TASK DETAILS:
Copy out each line of the material that includes the word "Iterator".
---*---
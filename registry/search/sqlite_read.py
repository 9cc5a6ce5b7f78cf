"""A read-only registry handle for searching a SQLite file without SQLAlchemy, and plain SQL.

``fluxledger find`` only reads. On a SQLite file it needs neither the ORM models nor the engine
machinery, whose import alone costs about half a second of every cold CLI run; Python's own
``sqlite3`` reads the same rows as plain tuples, several times cheaper than SQLAlchemy rows.
:func:`open_for_search` opens such a handle after the same checks as
:func:`registry.api.open_registry` (the file exists, is a registry, and its schema is at the
head revision this code needs) with the same messages; server URLs go to the full API.

:func:`fetch` runs one SQL text with named parameters (``:name``) on any connection the search
meets: a ``sqlite3`` connection, a SQLAlchemy connection to SQLite (its DBAPI connection is used,
inside the same transaction) or a SQLAlchemy connection to another database (``text()``).
"""

from __future__ import annotations

import random
import sqlite3
import time
from collections.abc import Iterator, Sequence
from contextlib import contextmanager
from dataclasses import dataclass, field
from pathlib import Path
from typing import Any

from registry.errors import DatabaseError
from registry.storage.schema import network_fs_warning, scripts_head

#: as in :mod:`registry.storage.database` (busy timeout and read retries of a SQLite registry)
BUSY_TIMEOUT_S = 30.0
READ_RETRIES = 12
#: read pages through a memory map (no copy per page read: a search's row fetch visits pages
#: all over the file); an upper bound of address space, not memory taken
MMAP_BYTES = 1 << 30


# ---------------------------------------------------------------- SQL on any connection


def dialect_name(conn: Any) -> str:
    """'sqlite' for a ``sqlite3`` connection, else the SQLAlchemy dialect's name."""
    if isinstance(conn, sqlite3.Connection):
        return "sqlite"
    return str(conn.dialect.name)


def _raw_sqlite(conn: Any) -> sqlite3.Connection | None:
    """The ``sqlite3`` connection behind ``conn`` (same transaction), if it is SQLite."""
    if isinstance(conn, sqlite3.Connection):
        return conn
    if conn.dialect.name == "sqlite":
        raw = conn.connection.dbapi_connection
        if isinstance(raw, sqlite3.Connection):
            return raw
    return None


def use_memory_map(conn: Any) -> None:
    """Let SQLite read this connection's pages through a memory map unless it already does
    (a read setting of the connection: results are the same, random page reads cheaper)."""
    raw = _raw_sqlite(conn)
    if raw is None:
        return
    current = raw.execute("PRAGMA mmap_size").fetchone()
    if current is not None and not current[0]:
        raw.execute(f"PRAGMA mmap_size = {MMAP_BYTES}").fetchall()


def fetch(conn: Any, sql: str, params: dict[str, Any] | None = None) -> list[Sequence[Any]]:
    """All rows of ``sql`` (named ``:parameters``) as tuples (SQLAlchemy rows on servers)."""
    raw = _raw_sqlite(conn)
    if raw is not None:
        cursor = raw.execute(sql, params or {})
        try:
            return cursor.fetchall()
        finally:
            cursor.close()
    from sqlalchemy import text

    return list(conn.execute(text(sql), params or {}).all())


def fetch_with_ids(
    conn: Any,
    sql: str,
    column: str,
    ids: Sequence[int],
    params: dict[str, Any] | None = None,
    *,
    chunk: int = 500,
) -> list[Sequence[Any]]:
    """Rows of ``sql`` (which ends in a WHERE clause) that also have ``column IN ids``.

    On SQLite the ids go in as one JSON array (``json_each``), however many there are; on other
    databases, or an SQLite built without its JSON functions, as bound IN lists of ``chunk``.
    """
    ids = list(ids)
    if not ids:
        return []
    if dialect_name(conn) == "sqlite":
        json_params = {**(params or {}), "in_ids": "[" + ",".join(map(str, ids)) + "]"}
        try:
            return fetch(conn, f"{sql} AND {column} IN (SELECT value FROM json_each(:in_ids))",
                         json_params)  # fmt: skip
        except sqlite3.OperationalError as exc:
            if "json_each" not in str(exc):
                raise
    found: list[Sequence[Any]] = []
    for start in range(0, len(ids), chunk):
        chunk_params = dict(params or {})
        names = binds("in_id", ids[start : start + chunk], chunk_params)
        found += fetch(conn, f"{sql} AND {column} IN ({names})", chunk_params)
    return found


def binds(prefix: str, values: Sequence[Any], params: dict[str, Any]) -> str:
    """``:prefix0, :prefix1, …`` for an IN list, with the values added to ``params``."""
    names = []
    for i, value in enumerate(values):
        params[f"{prefix}{i}"] = value
        names.append(f":{prefix}{i}")
    return ", ".join(names)


# ---------------------------------------------------------------- the read-only handle


@dataclass
class SQLiteReader:
    """A SQLite registry opened for reading, with the parts of :class:`registry.storage.database.Database`
    that the search uses (``url``, ``path``, ``is_sqlite``, ``read()``, ``dispose()``).

    It holds one connection, so one read at a time (no nesting, one thread at a time); it
    never writes (``find`` and the motif lookup only read) — writers use the full API.
    """

    path: Path
    url: str = ""
    is_sqlite: bool = True
    warnings: list[str] = field(default_factory=list)
    _conn: sqlite3.Connection | None = None

    def __post_init__(self) -> None:
        self.url = self.url or f"sqlite:///{self.path}"

    def _connect(self) -> sqlite3.Connection:
        if self._conn is None:
            # mode=rw: never create a file; isolation_level=None: BEGIN is issued in read()
            conn = sqlite3.connect(
                f"file:{_uri_path(self.path)}?mode=rw",
                uri=True,
                timeout=BUSY_TIMEOUT_S,
                isolation_level=None,
                check_same_thread=False,
            )
            conn.execute(f"PRAGMA busy_timeout = {int(BUSY_TIMEOUT_S * 1000)}")
            conn.execute(f"PRAGMA mmap_size = {MMAP_BYTES}").fetchall()
            self._conn = conn
        return self._conn

    @contextmanager
    def read(self) -> Iterator[sqlite3.Connection]:
        """One read transaction (a consistent WAL snapshot), opened with retries like
        :meth:`registry.storage.database.Database.read`."""
        delay = 0.01
        for attempt in range(READ_RETRIES):
            conn = self._connect()
            try:
                conn.execute("BEGIN")
                conn.execute("SELECT count(*) FROM sqlite_master").fetchone()
            except sqlite3.OperationalError as exc:
                if conn.in_transaction:
                    conn.execute("ROLLBACK")
                message = str(exc).lower()
                if ("locked" not in message and "busy" not in message) or (
                    attempt == READ_RETRIES - 1
                ):
                    raise
                time.sleep(delay + random.uniform(0, delay))
                delay = min(delay * 2, 1.0)
                continue
            try:
                yield conn
            finally:
                if conn.in_transaction:
                    conn.execute("ROLLBACK")  # nothing was written: ending the snapshot
            return
        raise AssertionError("unreachable")  # pragma: no cover

    def dispose(self) -> None:
        if self._conn is not None:
            self._conn.close()
            self._conn = None


def _uri_path(path: Path) -> str:
    """A file path quoted for an SQLite URI (``?`` and ``#`` would end the path)."""
    return str(path).replace("%", "%25").replace("?", "%3f").replace("#", "%23")


def sqlite_path(db: str) -> Path | None:
    """The file of a SQLite registry given as a path or ``sqlite:///`` URL; None otherwise
    (server URLs and in-memory databases), mirroring :func:`registry.storage.database.to_url`."""
    if db.startswith("sqlite:///"):
        rest = db[len("sqlite:///") :]
        return None if not rest or rest == ":memory:" or "?" in rest else Path(rest)
    if "://" in db or db == ":memory:":
        return None
    return Path(db).expanduser().resolve()


def open_for_search(db: str) -> Any:
    """A registry handle for searching: :class:`SQLiteReader` for a SQLite file, else the
    full :func:`registry.api.open_registry` (which refuses a missing file or a wrong schema
    with the same messages as here)."""
    path = sqlite_path(db)
    if path is None:
        from registry import api

        return api.open_registry(db)
    if not path.exists():
        raise DatabaseError(
            f"no registry at {path}; create one with 'fluxledger init' or choose one with --db"
        )
    reader = SQLiteReader(path, url=db if db.startswith("sqlite:///") else "")
    warning = network_fs_warning(path)
    if warning:
        reader.warnings.append(warning)
    try:
        current = stamped_revision(reader)
    except sqlite3.Error as exc:
        reader.dispose()
        reason = str(exc).strip().splitlines()[0] if str(exc).strip() else type(exc).__name__
        raise DatabaseError(f"{reader.url} is not a readable registry: {reason}") from exc
    head = head_revision()
    if current is None:
        reader.dispose()
        raise DatabaseError(f"{reader.url} has no fluxledger schema; run 'fluxledger init'")
    if current != head:
        reader.dispose()
        raise DatabaseError(
            f"the registry's schema is at {current}, this fluxledger needs {head}; "
            "run 'fluxledger db upgrade' (it takes a backup first)"
        )
    return reader


def stamped_revision(reader: SQLiteReader) -> str | None:
    """The Alembic revision stamped in the file (None when there is no version table)."""
    with reader.read() as conn:
        has = conn.execute(
            "SELECT 1 FROM sqlite_master WHERE type = 'table' AND name = 'alembic_version'"
        ).fetchone()
        if has is None:
            return None
        row = conn.execute("SELECT version_num FROM alembic_version").fetchone()
    return None if row is None else row[0]


def head_revision() -> str:
    """The newest migration revision, as :func:`registry.storage.migrate.head_revision` gives it; only
    scripts that branch need Alembic (and with it SQLAlchemy)."""
    head = scripts_head()
    if head is None:
        from registry.storage import migrate

        return migrate.head_revision()
    return head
---*---
TASK ANSWER:
from collections.abc import Iterator, Sequence
    def read(self) -> Iterator[sqlite3.Connection]:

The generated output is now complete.